The Company must respond within 30 days of receiving the claim. If the claim is denied and/or the member does not receive a response within 30 days, a grievance should be filed.
In the event that the Company fails to board a meal, the time commences on the date of the flight as the employee would have knowledge that the meal was missing during the flight. This includes meals for members who are deadheading and do not receive a meal on board.
When submitting meal grievances please continue to provide us with a copy of the following (if applicable):
Form A – if the meal was to be boarded while operating or deadheading (with Service Director’s signature).

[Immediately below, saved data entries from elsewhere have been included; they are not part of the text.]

package server

import (
	"crypto/tls"
	"crypto/x509"
	"fmt"
	"log/slog"
	"net/http"
	"os"
	"sync"
	"time"
)

// CertificateFiles is a certificate and its key in two files (PEM), read again when either changes. What cannot be used
// never takes the place of what is in use.
type CertificateFiles struct {
	cert, key string
	now       func() time.Time
	log       *slog.Logger

	mu     sync.Mutex
	inUse  *tls.Certificate
	public bool      // trusted by this machine's roots, hence by browsers too
	tried  [2]string // what the files looked like when they were last read
}

// certificateEndsSoon before its end a certificate is complained about whenever it is read.
const certificateEndsSoon = 14 * 24 * time.Hour

// ReadCertificateFiles reads both files; an error says which file and why.
func ReadCertificateFiles(cert, key string, now func() time.Time, log *slog.Logger) (*CertificateFiles, error) {
	f := &CertificateFiles{cert: cert, key: key, now: now, log: log}
	looks, err := f.looks()
	if err != nil {
		return nil, err
	}
	f.tried = looks
	pair, err := f.read()
	if err != nil {
		return nil, err
	}
	f.use(pair)
	if ends := pair.Leaf.NotAfter; now().After(ends) {
		log.Warn("the certificate is out of date: browsers refuse it", "file", cert, "ended", ends)
	}
	return f, nil
}

// looks tells whether the files were written since: time and size of each.
func (f *CertificateFiles) looks() (looks [2]string, err error) {
	for i, name := range []string{f.cert, f.key} {
		info, err := os.Stat(name)
		if err != nil {
			return looks, fmt.Errorf("the certificate cannot be read, name its files with --tls-cert and --tls-key: %w", err)
		}
		looks[i] = fmt.Sprint(info.ModTime().UnixNano(), info.Size())
	}
	return looks, nil
}

func (f *CertificateFiles) read() (*tls.Certificate, error) {
	pair, err := tls.LoadX509KeyPair(f.cert, f.key)
	if err != nil {
		return nil, fmt.Errorf("%s and %s are no certificate with its key: %w", f.cert, f.key, err)
	}
	return &pair, nil
}

func (f *CertificateFiles) use(pair *tls.Certificate) {
	between := x509.NewCertPool()
	for _, der := range pair.Certificate[1:] {
		if c, err := x509.ParseCertificate(der); err == nil {
			between.AddCert(c)
		}
	}
	_, err := pair.Leaf.Verify(x509.VerifyOptions{Intermediates: between, CurrentTime: f.now()})
	f.inUse, f.public = pair, err == nil
	if left := pair.Leaf.NotAfter.Sub(f.now()); left < certificateEndsSoon {
		f.log.Warn("the certificate ends soon", "file", f.cert, "ends", pair.Leaf.NotAfter)
	}
}

// certificate looks at the files before each handshake: two questions to the system, beside arithmetic that costs a
// thousand times as much.
func (f *CertificateFiles) certificate(*tls.ClientHelloInfo) (*tls.Certificate, error) {
	f.mu.Lock()
	defer f.mu.Unlock()
	looks, err := f.looks()
	if err == nil && looks == f.tried {
		return f.inUse, nil
	}
	if err == nil {
		f.tried = looks
		var pair *tls.Certificate
		pair, err = f.read()
		if err == nil && f.now().After(pair.Leaf.NotAfter) {
			err = fmt.Errorf("it ended on %s", pair.Leaf.NotAfter.Format(time.DateOnly))
		}
		if err == nil {
			f.use(pair)
			f.log.Info("another certificate is in use", "file", f.cert, "ends", pair.Leaf.NotAfter)
			return f.inUse, nil
		}
	} else if f.tried == [2]string{} {
		return f.inUse, nil // already said
	} else {
		f.tried = [2]string{} // whatever comes back is read
	}
	f.log.Error("the new certificate cannot be used, the one before stays in use", "file", f.cert, "err", err)
	return f.inUse, nil
}

func (f *CertificateFiles) config() *tls.Config {
	return &tls.Config{MinVersion: tls.VersionTLS12, GetCertificate: f.certificate}
}

func (f *CertificateFiles) plain(_ *Server, port string) http.Handler {
	return toSecure(port, func(asked string) string { return asked })
}

func (f *CertificateFiles) strict() bool {
	f.mu.Lock()
	defer f.mu.Unlock()
	return f.public
}

// Covers reports whether the certificate in use is for a host.
func (f *CertificateFiles) Covers(host string) error {
	f.mu.Lock()
	defer f.mu.Unlock()
	return f.inUse.Leaf.VerifyHostname(host)
}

Form A and the teletype confirmation – for a special meal ordered and not boarded.
Form B – If there has been an underpayment
Pay Summaries, Pairing Details and Master Schedules.
All of the pertinent documentation is very important to a successful outcome for us and we appreciate your attention to detail and all of the detective work that you do.
Welcome to our New national representative and Closing Remarks
We would like to take this opportunity to welcome our new C.U.P.E. National Representative Gina Gignac.
In a short time she has shown that she is no stranger to hard work. She has been instrumental in assisting us with many issues the least of which is a current copy of our Collective Agreement which encompassed all changes and also the contents of Air Canada’s Collective Agreement that we may have been unaware of.
In the coming months we will be increasingly depending on Gina to assist us with Level II hearings and the implementation of the new grievance database. We are grateful to have her and will be benefitting from her vast experience.
This report is very close to the holiday season and we would like to take this opportunity to thank all of our members for their hard and often unrewarded work on the “front lines”. We would like to extend best wishes to them. May you and your families enjoy a safe and fulfilling holiday season.